Наследие | страница 36



Эрагон старался не думать об этом.

Очередная капля воды с потолка палатки, крупная и холодная, окончательно привела его в дурное располо­жение духа, и он резко сел, спустив ноги на пол, потом встал и подошел к тому уголку палатки, где виднелась по­лоска ничем не прикрытой, насквозь промокшей земли. Там он опустился на колени и прошептал, глядя на этот клочок земли:

— Делои шарьялви!(Сдвинься, земля!) — И приба­вил еще несколько фраз на древнем языке, необходимых для того, чтобы уничтожить ловушки, поставленные им накануне.

Земля закипела, точно вода в котелке, и из возникше­го фонтанчика камешков, насекомых и червяков появился кованый сундучок примерно фута в полтора длиной. Про­тянув руку, Эрагон взял сундучок и освободил его от закля­тия. Земля тут же перестала шевелиться и успокоилась.

Эрагон поставил сундучок на успокоившуюся землю и прошептал: «Ладрин (откройся)!», а потом махнул рукой возле замка, в котором даже скважины для ключа не было. Замок, щелкнув, открылся.

Слабое золотистое сияние разлилось по палатке, когда Эрагон приподнял крышку сундучка.

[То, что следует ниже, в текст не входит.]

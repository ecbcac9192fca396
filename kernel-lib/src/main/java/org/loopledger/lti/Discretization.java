package org.loopledger.lti;

import org.apache.commons.math3.complex.Complex;
import org.apache.commons.math3.linear.Array2DRowRealMatrix;
import org.apache.commons.math3.linear.RealMatrix;

import java.util.ArrayList;
import java.util.List;

/**
 * Continuous-to-discrete conversions of a {@link TransferFunction}.
 *
 * <ul>
 *   <li>{@link #zoh}: exact zero-order-hold equivalent. The control canonical realisation (A, B, C, D)
 *       is discretised with one matrix exponential of [[A, B], [0, 0]]·T (Franklin, Powell and
 *       Workman, Digital Control of Dynamic Systems, 3rd ed., §4.3.3); the denominator is
 *       ∏(z - e<sup>p<sub>i</sub>T</sup>) from the continuous poles, the numerator from the Markov
 *       parameters h<sub>0</sub> = D, h<sub>k</sub> = C A<sub>d</sub><sup>k-1</sup> B<sub>d</sub> as
 *       b<sub>k</sub> = Σ<sub>i&le;k</sub> a<sub>i</sub> h<sub>k-i</sub> (the first n+1 terms of D(z)·G(z)).</li>
 *   <li>{@link #tustin}: bilinear s = c·(z - 1)/(z + 1) with c = 2/T, or with prewarping at ω<sub>p</sub>,
 *       c = ω<sub>p</sub>/tan(ω<sub>p</sub>T/2), so that the discrete response equals the continuous one at ω<sub>p</sub>.</li>
 *   <li>{@link #matched}: matched pole-zero mapping z = e<sup>sT</sup> of every finite pole and zero;
 *       zeros at infinity map to z = -1 (the usual choice, same book §6.3.3, from memory); the gain
 *       is matched at DC, or at a stated frequency when there is a pole or zero at s = 0.</li>
 * </ul>
 *
 * <p>A pure delay is carried over unchanged as a delay term: exact in the frequency domain, and exact
 * as z<sup>-k</sup> when it is a whole number k of samples.
 */
public final class Discretization {
    private Discretization() {}

    /** Zero-order-hold equivalent at sample time {@code sampleTimeS}. */
    public static TransferFunction zoh(TransferFunction g, double sampleTimeS) {
        TimeBase tb = requireContinuous(g, sampleTimeS);
        g.requireProper("zero-order-hold discretisation");
        int n = g.denominator().degree();
        if (n == 0) return TransferFunction.gain(g.highFrequencyGain(), tb).withDelay(g.delayS());
        StateSpace ss = StateSpace.controllableCanonical(g);
        RealMatrix m = new Array2DRowRealMatrix(n + 1, n + 1);
        m.setSubMatrix(ss.a(), 0, 0);
        double[] b = ss.b();
        for (int i = 0; i < n; i++) m.setEntry(i, n, b[i]);
        RealMatrix phi = MatrixExponential.expm(m.scalarMultiply(sampleTimeS));
        RealMatrix ad = phi.getSubMatrix(0, n - 1, 0, n - 1);
        RealMatrix bd = phi.getSubMatrix(0, n - 1, n, n);
        double[] c = ss.c();
        List<Complex> zPoles = new ArrayList<>();
        for (Complex p : g.poles()) zPoles.add(p.multiply(sampleTimeS).exp());
        Polynomial den = Polynomial.ofRoots(conjugateSymmetric(zPoles));
        double[] a = den.coefficientsDescending();
        // Markov parameters h_0 = D, h_k = C A_d^{k-1} B_d, and N(z) = D(z)·G(z) truncated:
        // b_k = Σ_{i=0..k} a_i h_{k-i}. Linear in the data, so a numerator much smaller than the
        // denominator (fast sampling) keeps its own relative accuracy.
        double[] h = new double[n + 1];
        h[0] = ss.d();
        RealMatrix x = bd;
        for (int k = 1; k <= n; k++) {
            double s = 0;
            for (int i = 0; i < n; i++) s += c[i] * x.getEntry(i, 0);
            h[k] = s;
            if (k < n) x = ad.multiply(x);
        }
        double[] numD = new double[n + 1];
        for (int k = 0; k <= n; k++) {
            double s = 0;
            for (int i = 0; i <= k; i++) s += a[i] * h[k - i];
            numD[k] = s;
        }
        return TransferFunction.of(Polynomial.ofDescending(numD), den, tb).withDelay(g.delayS());
    }

    /** Tustin (bilinear) equivalent without prewarping: c = 2/T. */
    public static TransferFunction tustin(TransferFunction g, double sampleTimeS) {
        requireContinuous(g, sampleTimeS);
        return bilinear(g, 2.0 / sampleTimeS, sampleTimeS);
    }

    /** Tustin equivalent prewarped at {@code prewarpRadPerS} (0 &lt; ω<sub>p</sub> &lt; π/T). */
    public static TransferFunction tustin(TransferFunction g, double sampleTimeS, double prewarpRadPerS) {
        requireContinuous(g, sampleTimeS);
        if (!(prewarpRadPerS > 0) || prewarpRadPerS >= Math.PI / sampleTimeS) {
            throw new IllegalArgumentException("prewarp frequency must lie strictly between 0 and the Nyquist frequency "
                    + Units.formatHz(0.5 / sampleTimeS) + ", got " + Units.formatHz(Units.radPerSToHz(prewarpRadPerS)));
        }
        return bilinear(g, prewarpRadPerS / Math.tan(prewarpRadPerS * sampleTimeS / 2.0), sampleTimeS);
    }

    private static TransferFunction bilinear(TransferFunction g, double c, double ts) {
        g.requireProper("Tustin discretisation");
        int k = Math.max(g.numerator().degree(), g.denominator().degree());
        Polynomial num = substitute(g.numerator(), c, k);
        Polynomial den = substitute(g.denominator(), c, k);
        return TransferFunction.of(num, den, TimeBase.sampled(ts)).withDelay(g.delayS());
    }

    /** Σ a<sub>i</sub> c<sup>i</sup> (z - 1)<sup>i</sup> (z + 1)<sup>k-i</sup> for p(s) = Σ a<sub>i</sub> s<sup>i</sup>. */
    private static Polynomial substitute(Polynomial p, double c, int k) {
        Polynomial zm1 = Polynomial.ofDescending(1, -1);
        Polynomial zp1 = Polynomial.ofDescending(1, 1);
        Polynomial r = Polynomial.zero();
        for (int i = 0; i <= p.degree(); i++) {
            double a = p.coefficientOfPower(i);
            if (a == 0) continue;
            r = r.plus(zm1.pow(i).times(zp1.pow(k - i)).times(a * Math.pow(c, i)));
        }
        return r;
    }

    /** Matched pole-zero equivalent, gain matched at DC (s = 0 ↔ z = 1). */
    public static TransferFunction matched(TransferFunction g, double sampleTimeS) {
        requireContinuous(g, sampleTimeS);
        if (g.denominator().evaluate(0) == 0 || g.numerator().evaluate(0) == 0) {
            throw new IllegalArgumentException("matched pole-zero: " + g + " has a pole or zero at s = 0, so its DC gain cannot be matched; "
                    + "state a frequency with matched(g, T, matchRadPerS)");
        }
        return matchedAt(g, sampleTimeS, 0.0);
    }

    /** Matched pole-zero equivalent with |G| matched at {@code matchRadPerS} (0 &lt;= ω &lt; π/T). */
    public static TransferFunction matched(TransferFunction g, double sampleTimeS, double matchRadPerS) {
        requireContinuous(g, sampleTimeS);
        if (!(matchRadPerS >= 0) || matchRadPerS >= Math.PI / sampleTimeS) {
            throw new IllegalArgumentException("gain-matching frequency must lie in [0, Nyquist), got " + matchRadPerS + " rad/s");
        }
        return matchedAt(g, sampleTimeS, matchRadPerS);
    }

    private static TransferFunction matchedAt(TransferFunction g, double ts, double w) {
        g.requireProper("matched pole-zero discretisation");
        if (g.numerator().isZero()) return TransferFunction.gain(0, TimeBase.sampled(ts));
        List<Complex> zp = new ArrayList<>();
        for (Complex p : g.poles()) zp.add(p.multiply(ts).exp());
        List<Complex> zz = new ArrayList<>();
        for (Complex z : g.zeros()) zz.add(z.multiply(ts).exp());
        for (int i = 0; i < g.relativeDegree(); i++) zz.add(new Complex(-1, 0));
        TimeBase tb = TimeBase.sampled(ts);
        double[] nv = new double[2], dv = new double[2];
        g.numerator().evaluate(0, w, nv);
        g.denominator().evaluate(0, w, dv);
        if ((nv[0] == 0 && nv[1] == 0) || (dv[0] == 0 && dv[1] == 0)) {
            throw new IllegalArgumentException("matched pole-zero: the gain cannot be matched at " + Units.g4(w) + " rad/s, where "
                    + g + " has a " + (dv[0] == 0 && dv[1] == 0 ? "pole" : "zero") + "; choose another frequency");
        }
        TransferFunction unit = TransferFunction.of(Polynomial.ofRoots(conjugateSymmetric(zz)), Polynomial.ofRoots(conjugateSymmetric(zp)), tb);
        double target = g.withoutDelay().response(w).abs();
        double got = unit.response(w).abs();
        if (!(got > 0) || !Double.isFinite(got) || !Double.isFinite(target)) {
            throw new IllegalArgumentException("matched pole-zero: the gain cannot be matched at " + w + " rad/s (pole or zero there); choose another frequency");
        }
        // The sign: the discrete response must point the same way as the continuous one at the matching frequency.
        Complex a = g.withoutDelay().response(w);
        Complex b = unit.response(w);
        double sign = a.getReal() * b.getReal() + a.getImaginary() * b.getImaginary() >= 0 ? 1 : -1;
        return unit.times(sign * target / got).withDelay(g.delayS());
    }

    /** Makes a root set exactly conjugate-symmetric (pairs matched by nearest conjugate) so coefficients are real. */
    static Complex[] conjugateSymmetric(List<Complex> roots) {
        List<Complex> left = new ArrayList<>(roots);
        List<Complex> out = new ArrayList<>();
        while (!left.isEmpty()) {
            Complex r = left.remove(0);
            double scale = Math.max(1e-300, r.abs());
            if (Math.abs(r.getImaginary()) <= 1e-12 * scale) {
                out.add(new Complex(r.getReal(), 0));
                continue;
            }
            int best = -1;
            double bestD = Double.POSITIVE_INFINITY;
            for (int j = 0; j < left.size(); j++) {
                double d = left.get(j).subtract(r.conjugate()).abs();
                if (d < bestD) { bestD = d; best = j; }
            }
            if (best < 0) throw new IllegalArgumentException("complex root " + r + " has no conjugate partner");
            Complex s = left.remove(best);
            double re = 0.5 * (r.getReal() + s.getReal());
            double im = 0.5 * (Math.abs(r.getImaginary()) + Math.abs(s.getImaginary()));
            out.add(new Complex(re, im));
            out.add(new Complex(re, -im));
        }
        return out.toArray(Complex[]::new);
    }

    private static TimeBase requireContinuous(TransferFunction g, double sampleTimeS) {
        if (g.isDiscrete()) throw new IllegalArgumentException("system is already sampled (" + g.timeBase() + "); discretise a continuous system");
        return TimeBase.sampled(sampleTimeS);
    }
}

Там, надежно укрепленное в гнезде с бархатной под­ложкой, покоилось сердце сердец Глаэдра, его Элдунари. Крупный, похожий на самоцвет камень мрачновато побле­скивал, точно угасающий уголек. Эрагон бережно взял Эл­дунари обеими руками, его острые неправильной формы грани были теплыми на ощупь. Он заглянул в глубины кам­ня и увидел там целую вселенную крошечных звездочек, которые быстро вращались. Но движение их стало замед­ляться, да и самих звездочек, похоже, стало значительно меньше, чем в тот раз, когда Эрагон впервые взял Элдунари в руки это было еще в Эллесмере, когда Глаэдр исторг его из своего тела и доверил заботам Эрагона и Сапфиры.

Как и всегда, это зрелище завораживало. Эрагон мог бы, наверное, целый день следить за постоянно менявшим­ся рисунком крошечных звезд.

«Мы должны попытаться еще раз», — мысленно сказала ему Сапфира, и он был с нею согласен.

Они вместе направили свою мысленную энергию к этим далеким огням, К безбрежному морю звезд, вопло­щавшему сознание Глаэдра, его разум и душу. Они словно летели сквозь холод и мрак, затем — сквозь жар и отчая­ние, а затем — сквозь равнодушие, столь всеобъемлющее, что оно, казалось, иссушает их души, парализует волю, не позволяет действовать, заставляя остановиться и плакать.

«Глаэдр… Элда!…» — звали они снова и снова, но ответа не получали, и окутывавшее их равнодушие становилось все сильнее.